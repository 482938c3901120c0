import { createHash } from 'node:crypto';
import { afterAll, describe, expect, inject, it } from 'vitest';
import { ask, cookieFor, cookieSet, type Asked } from '../fixtures/asking';
import { startBuiltServer } from '../fixtures/built-server';
import { openPage } from '../fixtures/browser';
import { linkIn, mailTo } from '../fixtures/mailbox';
import { addMember, builtDatabase, newAddress, PASSWORD } from '../fixtures/members';

const database = builtDatabase();
afterAll(() => database.close());

const EVIL = 'https://elsewhere.example';
const tokenOf = (link: string): string =>
	new URL(link, inject('origin')).searchParams.get('token')!;
/** Whether a cookie is somebody's session: the page of the account is theirs alone. */
const isSession = async (cookie: string): Promise<boolean> =>
	(await ask('/account', { cookie })).status === 200;

describe('a session', () => {
	it('is carried by a cookie that no script reads and no other site sends along', async () => {
		const { email } = await addMember(database);
		const { headers } = await ask('/signin', { form: { address: email, password: PASSWORD } });
		const cookies = headers['set-cookie'] ?? [];
		expect(cookies).toHaveLength(1);
		expect(cookies[0]).toMatch(/^tallyplate-session=[^;]+; /);
		for (const part of ['HttpOnly', 'SameSite=Lax', 'Path=/']) expect(cookies[0]).toContain(part);
		expect(headers['cache-control']).toBe('private, no-store');
	});

	it('that was planted is worth nothing after the sign-in: somebody’s own, or an invented one', async () => {
		const mallory = await addMember(database);
		const planted = await cookieFor(mallory.email);
		const { email } = await addMember(database);
		const cookie = await cookieFor(email, { cookie: planted });
		expect(cookie).not.toBe(planted);
		expect([await isSession(cookie), await isSession(planted)]).toEqual([true, false]);
		const invented = `tallyplate-session=${'f'.repeat(64)}.4000000000.x`;
		expect(await cookieFor(email, { cookie: invented })).not.toBe(invented);
		expect(await isSession(invented)).toBe(false);
	});

	it('that was stolen ends with the session it was taken from', async () => {
		const { email } = await addMember(database);
		const cookie = await cookieFor(email);
		const out = await ask('/signout', { form: {}, cookie });
		expect(out.headers.location).toBe('/signin?said=out');
		expect(await isSession(cookie)).toBe(false);
	});

	it('is no business of whoever else asks: its pages are kept by nobody, others set no cookie', async () => {
		const { email } = await addMember(database);
		const cookie = await cookieFor(email);
		const own = await ask('/', { cookie });
		expect(own.body).toContain('Ann Oyster');
		expect(own.headers['cache-control']).toBe('private, no-store');
		const anybody = await ask('/');
		expect(anybody.body).not.toContain('Ann Oyster');
		expect(anybody.headers['set-cookie']).toBeUndefined();
		expect(anybody.headers['cache-control'] ?? '').not.toContain('no-store');
		expect(anybody.headers.vary).toContain('cookie');
	});

	it('goes on where somebody wanted to go, and never to another site', async () => {
		const { email } = await addMember(database);
		const form = { address: email, password: PASSWORD };
		const to = async (next: string) =>
			(await ask(`/signin?next=${encodeURIComponent(next)}`, { form })).headers.location;
		expect(await to('/tables?q=hemi')).toBe('/tables?q=hemi');
		for (const next of [EVIL, '//elsewhere.example', '/\\elsewhere.example', 'javascript:alert(1)'])
			expect(await to(next)).toBe('/account');
	});
});

describe('a link in a mail', () => {
	it('names the configured origin, whatever name the visitor called us by', async () => {
		const { email } = await addMember(database);
		const headers = { host: 'elsewhere.example', 'x-forwarded-host': 'elsewhere.example' };
		await ask('/reset?/ask', { form: { address: email }, headers });
		await ask('/signin/link', { form: { address: email }, headers });
		const fresh = newAddress();
		await ask('/signup', { form: { name: 'Ann Oyster', address: fresh, consent: 'on' }, headers });
		for (const { text, html } of [
			await mailTo(email, /^Choose a new password/),
			await mailTo(email, /sign-in link/),
			await mailTo(fresh, /^Confirm your address/)
		]) {
			expect(text).toContain(`${inject('origin')}/`);
			expect(text + html).not.toContain('elsewhere');
		}
	});

	it('is good for what it was sent for, and for nothing else', async () => {
		const { email } = await addMember(database);
		await ask('/reset?/ask', { form: { address: email } });
		const token = tokenOf(linkIn(await mailTo(email, /^Choose a new password/)));
		expect((await ask(`/confirm?token=${token}`)).body).toContain('This link has lapsed');
		const signIn = await ask(`/auth/callback/link?token=${token}&callbackUrl=%2Faccount`);
		expect(cookieSet(signIn)).toBeUndefined();
		expect((await ask(`/reset?token=${token}`)).body).toContain('Change the password');
	});

	it('that is forged, reused or over is answered alike', async () => {
		const { email } = await addMember(database);
		const choose = (token: string) =>
			ask(`/reset?/choose&token=${encodeURIComponent(token)}`, {
				form: { token, new_password: 'another cowl tag' }
			});
		const newToken = async () => {
			await ask('/reset?/ask', { form: { address: email } });
			return tokenOf(linkIn(await mailTo(email, /^Choose a new password/)));
		};
		const used = await newToken();
		expect((await choose(used)).status).toBe(303);

		const over = `${'0'.repeat(63)}1`;
		const hash = createHash('sha256')
			.update(over + inject('builtEnvironment')['AUTH_SECRET'])
			.digest('hex');
		await database.models.accountTokens.create({
			hash,
			purpose: 'reset',
			user_id: null,
			address: email,
			detail: {},
			created_at: new Date(Date.now() - 3_600_000),
			expires_at: new Date(Date.now() - 1000)
		});
		const answers = [];
		for (const token of [used, over, 'f'.repeat(64), '', '../../etc', '%00'])
			answers.push(await choose(token));
		for (const { status, body } of answers) {
			expect(status).toBe(400);
			expect(body).toContain('This link has lapsed');
		}
	});
});

describe('where no demonstration runs', () => {
	it('its people are nowhere, and cannot sign in', async () => {
		const server = await startBuiltServer({
			...inject('builtEnvironment'),
			DEMO: 'off',
			LOG_LEVEL: 'warn'
		});
		try {
			const { origin } = server;
			const page = await (await fetch(`${origin}/signin?as=edwin`)).text();
			for (const word of ['Demonstration', 'Edwin', 'plates and tags'])
				expect(page).not.toContain(word);
			expect((await fetch(`${origin}/mailbox`)).status).toBe(404);
			const tried = await fetch(`${origin}/signin`, {
				method: 'POST',
				headers: { origin, accept: 'text/html' },
				body: new URLSearchParams({
					address: 'edwin@demo.tallyplate.example',
					password: 'plates and tags'
				})
			});
			expect(tried.status).toBe(400);
			expect(await tried.text()).toContain('Address and password do not belong together.');
		} finally {
			await server.end();
		}
	});
});

describe('a flood of attempts', () => {
	it('is turned away before anything is looked at; who reads goes on', async () => {
		const server = await startBuiltServer({
			...inject('builtEnvironment'),
			ENTRIES_PER_MINUTE: '3',
			LOG_LEVEL: 'warn'
		});
		try {
			const { origin } = server;
			const body = new URLSearchParams({ address: newAddress(), password: 'not this one' });
			const post = (path: string) =>
				fetch(origin + path, { method: 'POST', headers: { origin, accept: 'text/html' }, body });
			for (const path of ['/signin', '/signin/link', '/signup'])
				expect((await post(path)).status).not.toBe(429);
			const refused = await post('/signin');
			expect(refused.status).toBe(429);
			expect(Number(refused.headers.get('retry-after'))).toBeGreaterThan(0);
			expect(await refused.json()).toMatchObject({ title: 'Too Many Requests' });
			expect((await fetch(`${origin}/signin`)).status).toBe(200);
			expect((await fetch(`${origin}/api/v1/readings?text=EB5`)).status).toBe(200);
		} finally {
			await server.end();
		}
	});
});

describe('another site', () => {
	const REQUESTS: readonly (readonly [string, string, Asked])[] = [
		['signs nobody in', '/signin', { form: { address: 'a@example.org', password: 'x' } }],
		['signs nobody out', '/signout', { form: {} }],
		['changes no name', '/account?/name', { form: { name: 'Mallory' } }],
		['deletes no account', '/account/delete', { form: { password: PASSWORD, sure: 'on' } }],
		['has nothing read in a visitor’s name', '/api/v1/readings', { method: 'POST' }]
	];
	it.each(REQUESTS)('%s', async (_, path, asked) => {
		const { email } = await addMember(database);
		const cookie = await cookieFor(email);
		for (const origin of [EVIL, 'null', `${inject('origin')}.elsewhere.example`]) {
			const types = asked.form ? ['application/x-www-form-urlencoded', 'text/plain'] : [];
			for (const type of [...types, 'application/json']) {
				const headers = { origin, 'content-type': type };
				const { status } = await ask(path, { ...asked, cookie, headers });
				expect([origin, type, status]).toEqual([origin, type, 403]);
			}
		}
		expect((await ask('/account', { cookie })).body).toContain('Ann Oyster');
	});

	it.each([
		'/auth/session',
		'/auth/signin',
		'/auth/signout',
		'/auth/csrf',
		'/auth/providers',
		'/auth/callback/password'
	])('finds none of the addresses of the sign-in library: %s', async (path) => {
		expect((await ask(path)).status).toBe(404);
		const posted = await ask(path, { form: { address: 'a@example.org', password: 'x' } });
		expect([404, 405]).toContain(posted.status);
		expect(cookieSet(posted)).toBeUndefined();
	});
});

describe('what is somebody else’s', () => {
	it('is not there: a session, a person, by whoever asks for it', async () => {
		const [ann, bob] = [await addMember(database), await addMember(database, { name: 'Bob' })];
		const [cookie, other] = [await cookieFor(ann.email), await cookieFor(bob.email)];
		const [session] = await database.models.sessions.findAll({
			where: { user_id: bob.id },
			raw: true
		});
		const { id } = session as unknown as { id: string };
		expect((await ask('/account?/session', { form: { id }, cookie })).status).toBe(404);
		expect(await isSession(other)).toBe(true);

		expect((await ask(`/people/${bob.id}`, { cookie })).status).toBe(403);
		const admin = await addMember(database, { role: 'administrator' });
		const theirs = await cookieFor(admin.email);
		expect((await ask(`/people/${bob.id}`, { cookie: theirs })).status).toBe(200);
		expect((await ask(`/people/${'0'.repeat(32)}`, { cookie: theirs })).status).toBe(404);
		expect(
			(await ask(`/people/${encodeURIComponent("' OR 1=1")}`, { cookie: theirs })).status
		).toBe(404);
		const role = { version: '1', role: 'administrator' };
		const made = await ask(`/people/${bob.id}?/role`, { form: role, cookie: other });
		expect(made.status).toBe(403);
	});
});

describe('a role', () => {
	it('that is taken in the middle of a session is gone with the next request', async () => {
		const admin = await addMember(database, { role: 'administrator' });
		const cookie = await cookieFor(admin.email);
		expect((await ask('/people', { cookie })).status).toBe(200);
		await database.models.users.update({ role: 'member' }, { where: { id: admin.id } });
		expect((await ask('/people', { cookie })).status).toBe(403);
		expect((await ask('/people/audit', { cookie })).status).toBe(403);
		expect(await isSession(cookie)).toBe(true);
	});
});

describe('a script in a name', () => {
	it('is text on every page that shows it', async () => {
		const name = '<script>document.title="taken"</script>';
		const { email, id } = await addMember(database, { name });
		const admin = await addMember(database, { role: 'administrator' });
		const { page, complaints } = await openPage('/signin');
		try {
			for (const [address, path] of [
				[email, '/account'],
				[admin.email, '/people?q=script'],
				[admin.email, `/people/${id}`]
			] as const) {
				const [key, value] = (await cookieFor(address)).split('=') as [string, string];
				await page.context().addCookies([{ name: key, value, url: inject('origin') }]);
				await page.goto(path);
				expect(await page.locator('body').textContent()).toContain(name);
				expect(await page.title()).not.toBe('taken');
			}
			expect(complaints).toEqual([]);
		} finally {
			await page.context().close();
		}
	});
});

[Task details]
Review the preceding data and report every line that includes the string "posted".

[The answer]
		const posted = await ask(path, { form: { address: 'a@example.org', password: 'x' } });
		expect([404, 405]).toContain(posted.status);
		expect(cookieSet(posted)).toBeUndefined();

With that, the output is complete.